Title: [231433] releases/WebKitGTK/webkit-2.20/Source/WebCore

Revision

231433

Author

carlo...@webkit.org

Date

2018-05-07 02:49:20 -0700 (Mon, 07 May 2018)

Log Message

Merge r231300 - WebCore::TextureMapperLayer object used after freed
https://bugs.webkit.org/show_bug.cgi?id=184729

Reviewed by Michael Catanzaro.

Replace the raw pointers with WeakPtr for effectTarget, maskLayer and replicaLayer
inside TextureMapperLayer.

* platform/graphics/texmap/TextureMapperLayer.cpp:
(WebCore::TextureMapperLayer::~TextureMapperLayer):
(WebCore::TextureMapperLayer::setMaskLayer):
(WebCore::TextureMapperLayer::setReplicaLayer):
* platform/graphics/texmap/TextureMapperLayer.h:

Modified Paths

• releases/WebKitGTK/webkit-2.20/Source/WebCore/ChangeLog
• releases/WebKitGTK/webkit-2.20/Source/WebCore/platform/graphics/texmap/TextureMapperLayer.cpp
• releases/WebKitGTK/webkit-2.20/Source/WebCore/platform/graphics/texmap/TextureMapperLayer.h

Diff

Modified: releases/WebKitGTK/webkit-2.20/Source/WebCore/ChangeLog (231432 => 231433)

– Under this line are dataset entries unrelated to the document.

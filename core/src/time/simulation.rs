//! The simulation value and its step loop.

use std::sync::Arc;

use ndarray::ArrayView2;
use sprs::CsMat;
use thiserror::Error;

use super::blowup::{BlowupReport, Monitor};
use super::checkpoint::{Checkpoint, CheckpointError, Meta};
use super::{Coupling, Scheme, StepperParams};
use crate::fem::{BlockLayout, Discretisation, TimeTerm, Workspace};
use crate::kernel::{KernelError, KernelInput, Scratch, SpeciesKind};
use crate::linalg::{LinalgError, LinearSolver};
use crate::mesh::Mesh;
use crate::problem::{Problem, ProblemError};

/// Why a simulation could not continue.
#[derive(Debug, Error, Clone, PartialEq)]
pub enum SolveError {
    /// The problem does not fit together.
    #[error(transparent)]
    Problem(#[from] ProblemError),
    /// A kernel was handed buffers of the wrong shape (a defect, not a user error).
    #[error("kernel evaluation failed: {0}")]
    Kernel(#[from] KernelError),
    /// The initial condition is not finite somewhere.
    #[error("initial value of `{species}` is {value} at node {node} ({x}, {y})")]
    InitialValue {
        /// Species.
        species: String,
        /// Node.
        node: usize,
        /// Coordinates.
        x: f64,
        /// Coordinates.
        y: f64,
        /// Value.
        value: f64,
    },
    /// The quasi-steady species could not be solved for at the start.
    #[error("could not solve for the quasi-steady species at t = {time}: {reason}")]
    QuasiSteadyStart {
        /// Time.
        time: f64,
        /// Why.
        reason: String,
    },
    /// Steps kept failing down to the minimum step size.
    #[error("step size {dt:.3e} fell below the minimum at t = {time:.6e}; last failure: {reason}")]
    StepTooSmall {
        /// Time of the last accepted state.
        time: f64,
        /// Step tried.
        dt: f64,
        /// The last rejection's reason.
        reason: String,
    },
    /// A fixed-step run could not take a step.
    #[error("fixed step dt = {dt:.3e} failed at t = {time:.6e}: {reason}")]
    FixedStepFailed {
        /// Time.
        time: f64,
        /// Step.
        dt: f64,
        /// Why.
        reason: String,
    },
    /// Invalid settings.
    #[error("invalid solver settings: {0}")]
    Settings(String),
}

/// Why one step attempt was rejected.
#[derive(Debug, Clone)]
enum Failure {
    Newton(String),
    Linear(LinalgError),
    NonFinite,
    Negative {
        species: usize,
        node: usize,
        value: f64,
    },
    Error(f64),
}

impl Failure {
    fn describe(&self, names: &[String]) -> String {
        match self {
            Failure::Newton(s) => format!("Newton: {s}"),
            Failure::Linear(e) => format!("linear solver: {e}"),
            Failure::NonFinite => "non-finite values".into(),
            Failure::Negative {
                species,
                node,
                value,
            } => format!(
                "`{}` negative ({value:.3e}) at node {node}",
                names[*species]
            ),
            Failure::Error(e) => format!("local error estimate {e:.3e} above tolerance"),
        }
    }
}

/// Counters over the life of a simulation.
#[derive(Clone, Copy, Debug, Default, PartialEq, Eq, serde::Serialize, serde::Deserialize)]
pub struct Stats {
    /// Accepted steps.
    pub steps: usize,
    /// Rejected step attempts.
    pub rejected: usize,
    /// Newton iterations (all attempts).
    pub newton_iterations: usize,
    /// Linear solves.
    pub linear_solves: usize,
    /// Jacobians assembled and factored (or preconditioned).
    pub jacobians: usize,
    /// Krylov iterations summed over linear solves.
    pub linear_iterations: usize,
}

/// What an observer sees after each accepted step.
#[derive(Clone, Debug)]
pub struct StepReport<'a> {
    /// Time reached.
    pub time: f64,
    /// Step just taken.
    pub dt: f64,
    /// Newton iterations of the accepted attempt.
    pub newton_iterations: usize,
    /// Attempts rejected before this step was accepted.
    pub rejections: usize,
    /// The new state, species × nodes.
    pub state: ArrayView2<'a, f64>,
}

/// An observer's answer.
#[derive(Clone, Copy, Debug, PartialEq, Eq)]
pub enum Control {
    /// Go on.
    Continue,
    /// Stop after this step (e.g. on an interrupt).
    Stop,
}

/// How an `advance_to` call ended.
#[derive(Clone, Debug, PartialEq)]
pub enum Outcome {
    /// The target time was reached exactly.
    Reached,
    /// The observer asked to stop.
    Stopped,
    /// A suspected blow-up; the state is the last accepted one.
    BlowUp(Box<BlowupReport>),
}

/// One linear system: a layout over some species, its matrix and solver.
struct System {
    species: Vec<usize>,
    layout: BlockLayout,
    matrix: CsMat<f64>,
    solver: LinearSolver,
    /// Values of the matrix last prepared, kept for single-species systems: an operator that
    /// has not changed (pure diffusion with linear decay at a fixed dt) is not factored again.
    last_prepared: Option<Vec<f64>>,
}

/// A mesh, a problem, settings, and the evolving state.
pub struct Simulation {
    problem: Problem,
    mesh: Arc<Mesh>,
    disc: Discretisation,
    params: StepperParams,
    names: Vec<String>,
    n: usize,
    /// Accepted states, newest last (at most three): (time, state).
    history: Vec<(f64, Vec<f64>)>,
    dt_next: f64,
    stats: Stats,
    coupled: Option<System>,
    segregated: Vec<System>,
    ws: Workspace,
    monitor: Monitor,
    /// Redo the next attempt with backward Euler (after a BDF2 step left the positive cone).
    force_euler: bool,
    /// Time the run started at (the blow-up floor is relative to the span from here).
    t_start: f64,
}

impl std::fmt::Debug for Simulation {
    fn fmt(&self, f: &mut std::fmt::Formatter<'_>) -> std::fmt::Result {
        f.debug_struct("Simulation")
            .field("time", &self.time())
            .field("nodes", &self.n)
            .field("species", &self.names)
            .field("stats", &self.stats)
            .finish_non_exhaustive()
    }
}

fn system(disc: &Discretisation, species: Vec<usize>, params: &StepperParams) -> System {
    let layout = disc.layout(&species);
    let matrix = layout.matrix(&disc.graph);
    let last_prepared = (species.len() == 1).then(Vec::new);
    System {
        species,
        layout,
        matrix,
        solver: LinearSolver::new(params.linear.clone()),
        last_prepared,
    }
}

--- releases/WebKitGTK/webkit-2.20/Source/WebCore/ChangeLog	2018-05-07 09:49:15 UTC (rev 231432)
+++ releases/WebKitGTK/webkit-2.20/Source/WebCore/ChangeLog	2018-05-07 09:49:20 UTC (rev 231433)
@@ -1,3 +1,19 @@
+2018-05-03  Miguel Gomez  <mago...@igalia.com>
+
+        WebCore::TextureMapperLayer object used after freed
+        https://bugs.webkit.org/show_bug.cgi?id=184729
+
+        Reviewed by Michael Catanzaro.
+
+        Replace the raw pointers with WeakPtr for effectTarget, maskLayer and replicaLayer
+        inside TextureMapperLayer.
+
+        * platform/graphics/texmap/TextureMapperLayer.cpp:
+        (WebCore::TextureMapperLayer::~TextureMapperLayer):
+        (WebCore::TextureMapperLayer::setMaskLayer):
+        (WebCore::TextureMapperLayer::setReplicaLayer):
+        * platform/graphics/texmap/TextureMapperLayer.h:
+
 2018-04-30  Myles C. Maxfield  <mmaxfi...@apple.com>
 
         Improve the performance of FontCascadeDescription's effectiveFamilies

Modified: releases/WebKitGTK/webkit-2.20/Source/WebCore/platform/graphics/texmap/TextureMapperLayer.cpp (231432 => 231433)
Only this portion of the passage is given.